Après un long temps d’indifférence, la photographie est soumise aujourd’hui à l’analyse passionnée des spécialistes de tous horizons.
La photographie est définitivement un Art majuscule, soumis aux questionnements des philosophes, des historiens, des sociologues, des sémiologues dont les analyses sont le plus souvent éblouissantes.
Au point de nous brouiller la vue.
Comme l’éclair du flash nous aveugle un instant, nous restons stupéfiés devant les images désormais surchargées de commentaires critiques, dont les intentions minimales sont traquées, fouillées, interprétées, nous faisant perdre le fil de la lecture essentielle, innocente, émotionnelle.
Avec Jean-Claude Gautrand, la lecture d’une œuvre photographique reprend son naturel.
Il parle tout simplement de ce qu’il connaît très bien.
Il nous entraîne sur des chemins qu’il a fréquentés depuis si longtemps qu’avec lui on est sûrs de ne pas se perdre.
Sa phénoménale culture photographique a été acquise sur le terrain, dans la fréquentation des artistes dont il partageait le métier, la vie quotidienne, les cheminements laborieux et – c’est essentiel – l’amitié.
Il a accompagné l’histoire de ces photographes-là, il en fait partie, il est un des leurs.
Lorsqu’on lui a ouvert la porte de l’atelier, on savait bien qu’il était en terrain de connaissance.
Jean-Claude, nous le connaissions bien, il est une des voix essentielles de la vie photographique à Paris depuis de très nombreuses années.
Nous savions bien qu’il avait déjà beaucoup fréquenté cet atelier quand notre père était en action, que le nombre de 450 000 négatifs de la collection n’était pas encore figé pour l’éternité.
Il avait assisté à la constitution artisanale de cette œuvre, il en connaissant l’histoire et pouvait mieux que personne la replacer dans un contexte historique mais aussi en dégager le ton, la petite musique, cette humeur mystérieuse du photographe qui semble imprégner les images, leur donner ce supplément d’âme qui échappe à l’analyse et fait naitre l’émotion.
Jean-Claude Gautrand a donc commencé un travail de recherches là où se situe le plus souvent le point d’arrivée des études.
La confiance que nous avions en son travail, l’amitié que nous lui portions, nous a poussées à lui montrer des images dont l’archivage n’est pas encore totalement achevé ou documenté.
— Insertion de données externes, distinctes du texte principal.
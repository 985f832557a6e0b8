import { Card, Checkbox, Group, NumberInput, Stack, Text, Title } from '@mantine/core';
import { COMPLICATIONS, type EstimateFacts, type EstimateResult, type FactorDefinition, type FactorKey, type Level } from '@ostium/shared';
import { useId, type ReactNode } from 'react';
import { COMPLICATION_LABELS, groupFactors, INPUT_LIMITS, rowState, type SheetDraft } from '../case-sheet.util';
import { LevelChoice } from './level-choice';

export interface AssessmentPanelProps {
  factors: FactorDefinition[];
  draft: SheetDraft;
  result: EstimateResult | null | undefined;
  /** The tooth as the practice writes it, for "from tooth 19". */
  toothShown: string;
  /** Field problems, keyed like the server's (`facts.curvatureDegrees`, `assessment.isolation`). */
  errors: Record<string, string>;
  onLevel: (key: FactorKey, level: Level) => void;
  onFacts: (facts: EstimateFacts) => void;
  /** Canal count in effect (entered or usual), the ceiling of the calcified count. */
  canals: number | undefined;
}

const num = (v: number | string) => (typeof v === 'number' ? v : undefined);

/** A measured fact on one line with its row: a short visible word, the full name for assistive technology. */
function FactNumber({
  shown,
  name,
  unit,
  placeholder,
  limits,
  step = 1,
  decimals = 0,
  value,
  onChange,
  error,
}: {
  shown: string;
  name: string;
  unit?: string;
  placeholder?: string;
  limits: { min: number; max: number; integer: boolean };
  step?: number;
  decimals?: number;
  value: number | undefined;
  onChange: (v: number | undefined) => void;
  error?: string;
}) {
  return (
    <Group gap={6} wrap="nowrap" align="flex-start">
      <Text fz="xs" fw={600} c="stone.7" pt={6} aria-hidden="true" w={62} ta="right">
        {shown}
      </Text>
      <NumberInput
        size="xs"
        w={104}
        aria-label={name}
        placeholder={placeholder}
        min={limits.min}
        max={limits.max}
        step={step}
        allowDecimal={!limits.integer}
        decimalScale={decimals || undefined}
        rightSection={unit ? <Text fz={10} c="dimmed">{unit}</Text> : undefined}
        rightSectionWidth={unit ? 38 : undefined}
        hideControls
        value={value ?? ''}
        onChange={(v) => onChange(num(v))}
        error={error}
      />
    </Group>
  );
}

/** The assessment as grouped rows: the three choices, the measured facts that set a row, and what the level means. */
export function AssessmentPanel({ factors, draft, result, toothShown, errors, onLevel, onFacts, canals }: AssessmentPanelProps) {
  const facts = draft.facts;
  const setFact = <K extends keyof EstimateFacts>(k: K, v: EstimateFacts[K]) => onFacts({ ...facts, [k]: v });

  // The measured facts sit in the row they set; a fact, once given, decides the row's level.
  const factInputs: Partial<Record<FactorKey, ReactNode>> = {
    medicalHistory: (
      <FactNumber
        shown="ASA class"
        name="ASA class"
        placeholder="1–6"
        limits={INPUT_LIMITS.asaClass}
        value={facts.asaClass}
        onChange={(v) => setFact('asaClass', v)}
        error={errors['facts.asaClass']}
      />
    ),
    emergency: (
      <Checkbox size="xs" pt={6} label="Acute abscess or swelling" checked={!!facts.acuteAbscess} onChange={(e) => setFact('acuteAbscess', e.currentTarget.checked || undefined)} />
    ),
    canalMorphology: (
      <Stack gap={6}>
        <FactNumber
          shown="Curvature"
          name="Curvature in degrees"
          unit="°"
          placeholder="—"
          limits={INPUT_LIMITS.curvatureDegrees}
          value={facts.curvatureDegrees}
          onChange={(v) => setFact('curvatureDegrees', v)}
          error={errors['facts.curvatureDegrees']}
        />
        <Checkbox size="xs" label="S-shaped canal" checked={!!facts.sShapedCanal} onChange={(e) => setFact('sShapedCanal', e.currentTarget.checked || undefined)} />
      </Stack>
    ),
    canalVisibility: (
      <FactNumber
        shown="Calcified"
        name="Calcified canals"
        unit="canals"
        placeholder="0"
        limits={{ ...INPUT_LIMITS.calcifiedCanals, max: canals ?? INPUT_LIMITS.calcifiedCanals.max }}
        value={facts.calcifiedCanals}
        onChange={(v) => setFact('calcifiedCanals', v)}
        error={errors['facts.calcifiedCanals']}
      />
    ),
    apicalOpening: (
      <FactNumber
        shown="Measured"
        name="Apical opening in mm"
        unit="mm"
        placeholder="—"
        step={0.1}
        decimals={2}
        limits={INPUT_LIMITS.apicalOpeningMm}
        value={facts.apicalOpeningMm}
        onChange={(v) => setFact('apicalOpeningMm', v)}
        error={errors['facts.apicalOpeningMm']}
      />
    ),
    toothLength: (
      <FactNumber
        shown="Measured"
        name="Tooth length in mm"
        unit="mm"
        placeholder="—"
        step={0.5}
        decimals={1}
        limits={INPUT_LIMITS.toothLengthMm}
        value={facts.toothLengthMm}
        onChange={(v) => setFact('toothLengthMm', v)}
        error={errors['facts.toothLengthMm']}
      />
    ),
    previousTreatment: (
      <Checkbox.Group
        size="xs"
        label="Complications"
        value={facts.complications ?? []}
        onChange={(v) => setFact('complications', v.length ? COMPLICATIONS.filter((c) => v.includes(c)) : undefined)}
      >
        <Stack gap={4} mt={4}>
          {COMPLICATIONS.map((c) => (
            <Checkbox key={c} size="xs" value={c} label={COMPLICATION_LABELS[c]} />
          ))}
        </Stack>
      </Checkbox.Group>
    ),
  };

  return (
    <Stack gap="md">
      {groupFactors(factors).map((g) => (
        <Card key={g.group} p="md" component="section" aria-label={g.label}>
          <Title order={4} fz="sm" tt="uppercase" c="stone.7" mb="xs" style={{ letterSpacing: '0.06em' }}>
            {g.label}
          </Title>
          <Stack gap={0}>
            {g.factors.map((def, i) => (
              <FactorRow
                key={def.key}
                def={def}
                first={i === 0}
                state={rowState(def, draft, result, toothShown)}
                onLevel={(l) => onLevel(def.key, l)}
                fact={factInputs[def.key]}
                error={errors[`assessment.${def.key}`]}
              />
            ))}
          </Stack>
        </Card>
      ))}
    </Stack>
  );
}

function FactorRow({
  def,
  first,
  state,
  onLevel,
  fact,
  error,
}: {
  def: FactorDefinition;
  first: boolean;
  state: ReturnType<typeof rowState>;
  onLevel: (l: Level) => void;
  fact?: ReactNode;
  error?: string;
}) {
  const labelId = useId();
  return (
    <Group
      align="flex-start"
      gap="md"
      py={8}
      wrap="wrap"
      data-factor={def.key}
      style={first ? undefined : { borderTop: '1px solid var(--mantine-color-stone-1)' }}
    >
      <Text id={labelId} fz="sm" fw={600} w={160} pt={4}>
        {def.label}
      </Text>
      <Group gap="md" align="flex-start" wrap="wrap" style={{ flex: '1 1 300px', minWidth: 0 }}>
        <div style={{ flex: '1 1 250px', minWidth: 0 }}>
          <LevelChoice labelledBy={labelId} value={state.value} onChange={onLevel} meanings={def.levels} readOnly={state.readOnly} note={state.note} error={error} />
        </div>
        {fact && <div style={{ flex: '0 0 auto' }}>{fact}</div>}
      </Group>
    </Group>
  );
}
Il a eu accès aux toutes premières photographies en noir et blanc des années 1930, aux images inconnues en couleurs des années 1960 dont le répertoire est en cours.
Après avoir accumulé les images qu’il connaissait, visité soigneusement les sujets moins publiés, découvert parfois avec une jubilation contagieuse des images inconnues, il a constitué une large sélection dans laquelle il a su tailler les petites branches avec une implacable précision.
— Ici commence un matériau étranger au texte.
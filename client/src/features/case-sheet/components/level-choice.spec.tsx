import { MantineProvider } from '@mantine/core';
import type { Level } from '@ostium/shared';
import { render, screen } from '@testing-library/react';
import userEvent from '@testing-library/user-event';
import { useState } from 'react';
import { describe, expect, it, vi } from 'vitest';
import { theme } from '../../../app/theme';
import { LevelChoice } from './level-choice';

const MEANINGS = { low: 'Curved under 10°', moderate: 'Curved 10° to 30°', high: 'Curved over 30°, or S-shaped' };

function Harness({ start = 'low' as Level, readOnly = false, onChange = (_: Level) => {} }) {
  const [v, setV] = useState<Level>(start);
  return (
    <MantineProvider theme={theme}>
      <button type="button">before</button>
      <LevelChoice
        label="Canal and root shape"
        value={v}
        meanings={MEANINGS}
        readOnly={readOnly}
        note={readOnly ? 'set by curvature 35°' : undefined}
        onChange={(l) => {
          onChange(l);
          setV(l);
        }}
      />
    </MantineProvider>
  );
}

const checked = () => screen.getAllByRole('radio').filter((r) => r.getAttribute('aria-checked') === 'true').map((r) => r.textContent);

describe('LevelChoice', () => {
  it('is a named radio group of three levels, each drawn with its number of dots', () => {
    render(<Harness start="moderate" />);
    const group = screen.getByRole('radiogroup', { name: 'Canal and root shape' });
    const radios = screen.getAllByRole('radio');
    expect(radios.map((r) => r.textContent)).toEqual(['Low', 'Moderate', 'High']);
    expect(radios.map((r) => r.querySelectorAll('[data-level]').length)).toEqual([1, 2, 3]);
    expect(checked()).toEqual(['Moderate']);
    // The chosen level's meaning describes the group.
    expect(group).toHaveAccessibleDescription('Curved 10° to 30°');
  });

  it('has one tab stop, on the chosen level', async () => {
    const user = userEvent.setup();
    render(<Harness start="high" />);
    await user.click(screen.getByText('before'));
    await user.tab();
    expect(screen.getByRole('radio', { name: 'High' })).toHaveFocus();
    expect(screen.getAllByRole('radio').map((r) => r.tabIndex)).toEqual([-1, -1, 0]);
  });

  it('moves and chooses with the arrows, wraps around, and jumps with Home and End', async () => {
    const user = userEvent.setup();
    const onChange = vi.fn();
    render(<Harness onChange={onChange} />);
    screen.getByRole('radio', { name: 'Low' }).focus();
    await user.keyboard('{ArrowRight}');
    expect(screen.getByRole('radio', { name: 'Moderate' })).toHaveFocus();
    expect(checked()).toEqual(['Moderate']);
    expect(screen.getByRole('radiogroup')).toHaveAccessibleDescription('Curved 10° to 30°');
    await user.keyboard('{ArrowDown}');
    expect(checked()).toEqual(['High']);
    await user.keyboard('{ArrowRight}');
    expect(checked()).toEqual(['Low']);
    expect(screen.getByRole('radio', { name: 'Low' })).toHaveFocus();
    await user.keyboard('{ArrowLeft}');
    expect(checked()).toEqual(['High']);
    await user.keyboard('{Home}');
    expect(checked()).toEqual(['Low']);
    await user.keyboard('{End}');
    expect(checked()).toEqual(['High']);
    expect(onChange.mock.calls.map((c) => c[0])).toEqual(['moderate', 'high', 'low', 'high', 'low', 'high']);
  });

  it('chooses on click', async () => {
    const user = userEvent.setup();
    render(<Harness />);
    await user.click(screen.getByRole('radio', { name: 'High' }));
    expect(checked()).toEqual(['High']);
    expect(screen.getByText('Curved over 30°, or S-shaped')).toBeInTheDocument();
  });

  it('read-only (set by a fact): focus moves but the level stays, and the note says why', async () => {
    const user = userEvent.setup();
    const onChange = vi.fn();
    render(<Harness start="high" readOnly onChange={onChange} />);
    expect(screen.getByRole('radiogroup')).toHaveAttribute('aria-readonly', 'true');
    screen.getByRole('radio', { name: 'High' }).focus();
    await user.keyboard('{ArrowLeft}');
    expect(screen.getByRole('radio', { name: 'Moderate' })).toHaveFocus();
    await user.click(screen.getByRole('radio', { name: 'Low' }));
    expect(checked()).toEqual(['High']);
    expect(onChange).not.toHaveBeenCalled();
    expect(screen.getByText('set by curvature 35°')).toBeInTheDocument();
  });
});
Il a fait alors le choix le plus modeste : celui de la lecture chronologique qui éclaire d’un coup la cohérence du travail du photographe, en le situant précisément dans son histoire. Normal.
Lorsque ce que l’on appelle le “chemin de fer” du livre fut en place, c’est-à-dire l’ordre dans lequel les images vont être vues, c’est encore l’effacement qui fut l’option choisie par Jean-Claude. Il privilégierait les citations, offrant au lecteur les images et le commentaire du photographe. Pourquoi essayer de redire ce qui l’a déjà été par celui à qui on doit donner la parole ? Logique.
Il a ensuite composé une maquette fluide et graphique, vis-à-vis astucieux, jeux des formes et des lumières comme le faisait notre père à sa table de l’atelier pour chaque projet d’édition.
Cette accumulation d’effacements, d’interventions attentives et modestes, de choix discrets compose aujourd’hui un des ouvrages les plus personnels et les plus complets publiés sur un photographe dont la bibliographie est pourtant pléthorique.
« Pour un photographe, les soixante-dix premières années sont assez difficiles, après ça va mieux », s’amusait notre père dont l’élégante désinvolture cachait un quotidien de travailleur acharné.
On ne peut s’empêcher de penser à lui en voyant travailler Jean-Claude Gautrand.
Détendu, souriant, disponible comme on ne l’est plus jamais, l’œil aiguisé et l’attention toujours en alerte, il n’a pas pu nous abuser trop longtemps : on a parfaitement reconnu les indices du travailleur infatigable.
Suivez-le avec une totale confiance, c’est avec une grande simplicité et l’assurance tranquille que donne une connaissance érudite du sujet qu’il va vous emmener là où lui seul pouvait aller : derrière le miroir.